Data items
+++

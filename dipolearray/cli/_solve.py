"""Solve one TOML config and write its HDF5 result.

Builds the scene the config describes, solves the moment equations for every
applied field direction, prints a summary (effective permittivity, field
enhancement, solver record) and writes the result under runs/ (or where
run.output or --output says).

example:
  dipolearray solve configs/capacitor_film.toml --overwrite
  dipolearray solve my_run.toml --output runs/trial.h5 --json
"""

from __future__ import annotations

import json
import sys

CAUTION = (
    "caution: local fields are model estimates from a point-dipole calculation; they do not "
    "certify insulation or breakdown margins. High-voltage work (kV/mm fields, as in "
    "electrorheological devices) follows local electrical-safety codes and qualified practice."
)


def add_arguments(p):
    """Arguments of ``solve``."""
    p.add_argument("config", help="TOML run description")
    p.add_argument("--output", help="HDF5 file to write (default: run.output or runs/<name>.h5)")
    p.add_argument("--overwrite", action="store_true", help="replace an existing output file")
    p.add_argument("--quiet", action="store_true", help="no progress bar, no summary")
    p.add_argument("--json", action="store_true", help="print the summary as JSON")
    p.add_argument(
        "--save-unconverged",
        action="store_true",
        help="write the result even when the solve did not converge",
    )


def summarize(sol, path):
    """Summary numbers of a solve as a plain dict (SI where the scene knows its units)."""
    import numpy as np

    from ..observables import effective_permittivity, interior_field

    scene = sol.scene
    out = {
        "n_bodies": scene.n_bodies,
        "n_fields": scene.n_fields,
        "method": sol.method,
        "method_reason": sol.method_reason,
        "converged": sol.converged,
        "reason": sol.reason,
        "iterations": sol.iterations,
        "max_relative_residual": float(np.max(sol.residual)),
        "wall_s": round(sol.wall_s, 4),
        "output": str(path) if path else None,
    }
    if scene.sample_radius or scene.boundary == "periodic":
        volume = (
            np.prod(scene.box) if scene.boundary == "periodic" else 4 / 3 * np.pi * scene.sample_radius**3
        )
        phi = float(scene.volumes.sum() / volume)
        out["boundary"] = scene.boundary
        out["volume_fraction"] = round(phi, 6)
        eff = effective_permittivity(sol)
        iso = complex(eff.isotropic)
        out["eps_eff_isotropic"] = [iso.real, -iso.imag]
        if eff.tensor is not None:
            out["eps_eff_tensor_real"] = np.real(eff.tensor).round(6).tolist()
            if np.iscomplexobj(eff.tensor):
                out["eps_eff_tensor_loss"] = (-np.imag(eff.tensor)).round(6).tolist()
        if iso.imag:
            out["loss_tangent_eff"] = -iso.imag / iso.real
    e_in = interior_field(sol)
    mag = np.linalg.norm(np.abs(e_in), axis=1) / np.linalg.norm(scene.field, axis=1)[None, :]
    out["interior_field_enhancement_max"] = float(mag.max())
    out["interior_field_enhancement_mean"] = float(mag.mean())
    return out


def run(args) -> int:
    """Run ``solve``."""
    from ..config import load_config, run_config
    from ._main import EXIT_NOT_CONVERGED, EXIT_OK
    from ._progress import StageBar

    cfg = load_config(args.config)
    stages = StageBar(enabled=not args.quiet and not args.json)
    bar = None
    callback = None
    if not args.quiet and not args.json:
        from tqdm import tqdm

        bar = tqdm(total=cfg.solver["maxiter"], desc="solve", unit="it", file=sys.stderr, leave=False)

        def callback(it, res):
            bar.update(1)
            bar.set_postfix_str(f"residual {float(max(res)):.2e}")

        print(f"building scene from {args.config} ...", file=sys.stderr)
    try:
        sol, path = run_config(
            cfg,
            output=args.output,
            overwrite=args.overwrite,
            callback=callback,
            save_unconverged=args.save_unconverged,
            progress=stages,
        )
    finally:
        stages.close()
        if bar is not None:
            bar.close()
    info = summarize(sol, path)
    if args.json:
        print(json.dumps(info, indent=2))
    elif not args.quiet:
        print(f"run: {cfg.run['name']}")
        print(f"bodies: {info['n_bodies']}, field directions: {info['n_fields']}")
        if "volume_fraction" in info:
            print(f"volume fraction: {info['volume_fraction']:.4f}")
        print(f"solve: {sol.summary()}")
        print(f"  why: {sol.method_reason}")
        if "eps_eff_isotropic" in info:
            re, loss = info["eps_eff_isotropic"]
            what = "bulk, periodic box" if info.get("boundary") == "periodic" else "spherical sample"
            print(f"effective permittivity ({what}, isotropic part): {re:.5g} - j {loss:.4g}")
            if "eps_eff_tensor_real" in info:
                rows = info["eps_eff_tensor_real"]
                print("  tensor eps': " + "; ".join(" ".join(f"{v:9.5f}" for v in r) for r in rows))
        print(
            f"interior field / E0: mean {info['interior_field_enhancement_mean']:.4g}, "
            f"max {info['interior_field_enhancement_max']:.4g}"
        )
        print(f"wrote: {path}" if path else "wrote: nothing (solve did not converge)")
        print(CAUTION)
    if not sol.converged:
        print(f"error: {sol.summary()}", file=sys.stderr)
        return EXIT_NOT_CONVERGED
    return EXIT_OK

+++

Directions: As listed above, the lines from the line with "an existing output" to the line with "from ..observables import" are to be echoed exactly, with both ends included and nothing added.

Response to the task:
    p.add_argument("--overwrite", action="store_true", help="replace an existing output file")
    p.add_argument("--quiet", action="store_true", help="no progress bar, no summary")
    p.add_argument("--json", action="store_true", help="print the summary as JSON")
    p.add_argument(
        "--save-unconverged",
        action="store_true",
        help="write the result even when the solve did not converge",
    )


def summarize(sol, path):
    """Summary numbers of a solve as a plain dict (SI where the scene knows its units)."""
    import numpy as np

    from ..observables import effective_permittivity, interior_field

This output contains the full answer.